import { expect, test } from 'vitest';
import { PageMemory } from '../../../lib/intake/page-memory.ts';
import { FILLED, NEW_DAY, OTHER_CODE, OTHER_VALUE, SAME_VALUE, StationDays } from '../../../lib/intake/station-days.ts';
import { NO_ROW } from '../../../lib/series/day-codes.ts';

test('StationDays.run lays rows in any order on consecutive days, with NO_ROW and NaN between', () => {
  const record = new StationDays(new PageMemory());
  expect(record.run()).toBeNull();
  for (const day of [5, -3, 2]) expect(record.put(day, day / 10, 1)).toBe(NEW_DAY);
  const run = record.run();
  expect(run?.firstDay).toBe(-3);
  expect([...(run?.values ?? [])]).toEqual([-0.3, NaN, NaN, NaN, NaN, 0.2, NaN, NaN, 0.5]);
  expect([...(run?.codes ?? [])]).toEqual([1, NO_ROW, NO_ROW, NO_ROW, NO_ROW, 1, NO_ROW, NO_ROW, 1]);
});

test('StationDays.put merges equal values, lets a value fill a missing day, and refuses an unlike value unchanged', () => {
  const record = new StationDays(new PageMemory());
  record.put(1, 4, 0);
  expect(record.put(1, 4, 0)).toBe(SAME_VALUE);
  expect(record.put(1, 4, 1)).toBe(OTHER_CODE);
  expect(record.put(1, Number.NaN, 2)).toBe(SAME_VALUE);
  expect(record.put(1, 4.5, 0)).toBe(OTHER_VALUE);
  record.put(2, Number.NaN, 2);
  expect(record.put(2, Number.NaN, 2)).toBe(SAME_VALUE);
  expect(record.put(2, 7, 0)).toBe(FILLED);
  expect(record.duplicates).toBe(5);
  expect([...(record.run()?.values ?? [])]).toEqual([4, 7]);
  expect([...(record.run()?.codes ?? [])]).toEqual([0, 0]);
});

test.each([
  ['in memory', {}],
  ['packed', { open: 0 }],
  ['in a file', { open: 0, packed: 0 }],
  ['packed in part', { open: 2, packed: 3 }],
])('StationDays gives back 40 years value for value, its pages %s', (_where, limits) => {
  const memory = new PageMemory(limits);
  const records = [new StationDays(memory), new StationDays(memory)];
  const value = (day: number, station: number): number => {
    if (day % 97 === 0) return Number.NaN;
    // Whole numbers, two decimals, nine decimals, more digits than packing holds, huge and negative ones.
    if (day % 2000 === 1500) return Math.PI * day;
    if (day % 3000 === 2500) return 1e12 + day;
    return [day % 50, (day % 1237) / 100, 0.000000123 * (day % 11), -(day % 13) / 10][(day >> 10) % 4] + station;
  };
  for (let day = -5000; day < 9600; day++)
    for (const [at, record] of records.entries()) record.put(day, value(day, at), ((day % 7) + 7) % 7);
  // Going back over early pages must find them as they were.
  for (let day = -5000; day < 9600; day += 500)
    for (const [at, record] of records.entries()) {
      expect(record.put(day, value(day, at), ((day % 7) + 7) % 7)).toBe(SAME_VALUE);
    }
  for (const [at, record] of records.entries()) {
    const run = record.run();
    expect(run?.firstDay).toBe(-5000);
    const expected = Float64Array.from({ length: 14600 }, (_, index) => value(index - 5000, at));
    expect(run?.values).toEqual(expected);
    expect(run?.codes[14599]).toBe(9599 % 7);
  }
});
==*==
REQUIREMENT:
Starting with the line that holds "expect(record.put(1, 4, 0)).toBe(SAME_VALUE);" and ending with the line that holds "record.put(2, Number.NaN, 2);", retype every line in the data above exactly, and nothing else.

ANSWER FOR THE TASK:
  expect(record.put(1, 4, 0)).toBe(SAME_VALUE);
  expect(record.put(1, 4, 1)).toBe(OTHER_CODE);
  expect(record.put(1, Number.NaN, 2)).toBe(SAME_VALUE);
  expect(record.put(1, 4.5, 0)).toBe(OTHER_VALUE);
  record.put(2, Number.NaN, 2);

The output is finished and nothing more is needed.